O investimento foi de R$ 500 milhões, mas a pretensão do grupo português Siif Énergies do Brasil (HLC) é instalar mais 1.000 MW no País nos próximos cinco anos, boa parte no Nordeste. O HLC já opera duas usinas eólicas no Ceará: em Paracuru (23,4 MW) e Beberibe (25,2 MW). Outra, de 54 MW, em Amontada, também no Norte do Ceará, será inaugurada até novembro. No total, os investimentos somam R$ 1 bilhão podendo, ainda, instalar outros 400 MW caso seus projetos sejam seleciondos no leilão do Proinfa - 250 MW no Ceará e o restante no Piauí.

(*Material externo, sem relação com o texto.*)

package validation

import (
	"math"
	"testing"
)

// A print of few digits proves little, so every answer is also compared with its independent recomputation, which the
// file gives to 12 digits (computed). This needs the unexported solution, hence a test inside the package.
func TestWorkedExamplesEqualTheirRecomputation(t *testing.T) {
	var file struct{ Examples []example }
	if err := readJSON(examplesFile, &file); err != nil {
		t.Fatal(err)
	}
	compared := 0
	for _, e := range file.Examples {
		s, err := e.solve()
		if err != nil {
			t.Fatalf("%s: %v", e.ID, err)
		}
		for _, c := range e.Checks {
			if c.Compute == "" {
				continue
			}
			got, err := s.value(c.quantity, c.PrintUsed)
			if err != nil {
				t.Errorf("%s, %s: %v", e.ID, c.Quantity, err)
			}
			if math.Abs(got-c.Recomputed) > recomputedDigits*math.Abs(c.Recomputed) {
				t.Errorf("%s, %s: got %.14g, want %.12g", e.ID, c.Quantity, got, c.Recomputed)
			}
			compared++
		}
	}
	if compared < 150 {
		t.Errorf("compared %d answers, want at least 150", compared)
	}
}

func TestUnknownQuantityIsAnError(t *testing.T) {
	e := example{Kind: "xbar_r", SubgroupSize: 2}
	e.Data.Subgroups = [][]float64{{1, 2}, {2, 4}, {3, 3}}
	s, err := e.solve()
	if err != nil {
		t.Fatal(err)
	}
	for _, q := range []quantity{{Compute: "no such"}, {Compute: "location_of", Sample: 4}, {Compute: "upper_location", Size: 3}} {
		if got, err := s.value(q, rounding{}); err == nil {
			t.Errorf("%+v: got %g, want an error", q, got)
		}
	}
}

Outro grupo estrangeiro, o IMPSA, da Argentina, prevê a entrega até o final de outubro, também no litoral cearense, de três novas eólicas com 99,6 MW de capacidade instalada e investimentos totais de R$ 550 milhões.
Melhores jazidas - Em termos de produção de energia, o aproveitamento de todo o potencial dos ventos que sopram no Nordeste é uma janela escandalosamente escancarada e subutilizada até aqui. Se considerada a velocidade e comportamento de sua brisa, o Nordeste tem um verdadeiro tesouro. Segundo o vice-presidente da Associação Mundial de Energia Eólica, Everaldo Feitosa, as jazidas de vento do País estão entre as melhores do mundo { sem a ocorrência, por exemplo, de ciclones e turbulências como as dos Estados Unidos e Europa}.
Aparentemente, o “tesouro” está sendo descoberto por grupos de variados portes e nacionalidades, desde gigantes multinacionais até empresários nordestinos. A melhor amostra disso é o interesse deles pelo leilão do Proinfa (Programa de Incentivo às Fontes Alternativas de Energia) marcado para novembro próximo. Nele foram inscritos 441 projetos, totalizando 13.300 MW, a maioria para os estados nordestinos. Como na fase inicial do programa esse total não chegou a 1,5 mil MW, isso reflete a confiança dos investidores na inserção definitiva da energia dos ventos na matriz energética brasileira.
Entre produtores ou fornecedores já se anota na região a presença de gigantes estrangeiros como a General Eletric (GE), Siemens, Alstom, Wobben, Impsa, GDF-Suez, Suzlon, Fuhrlander, Iberdrola, EDP, Pacific Hydro, Fortuny, e nacionais como Petrobras e Cemig.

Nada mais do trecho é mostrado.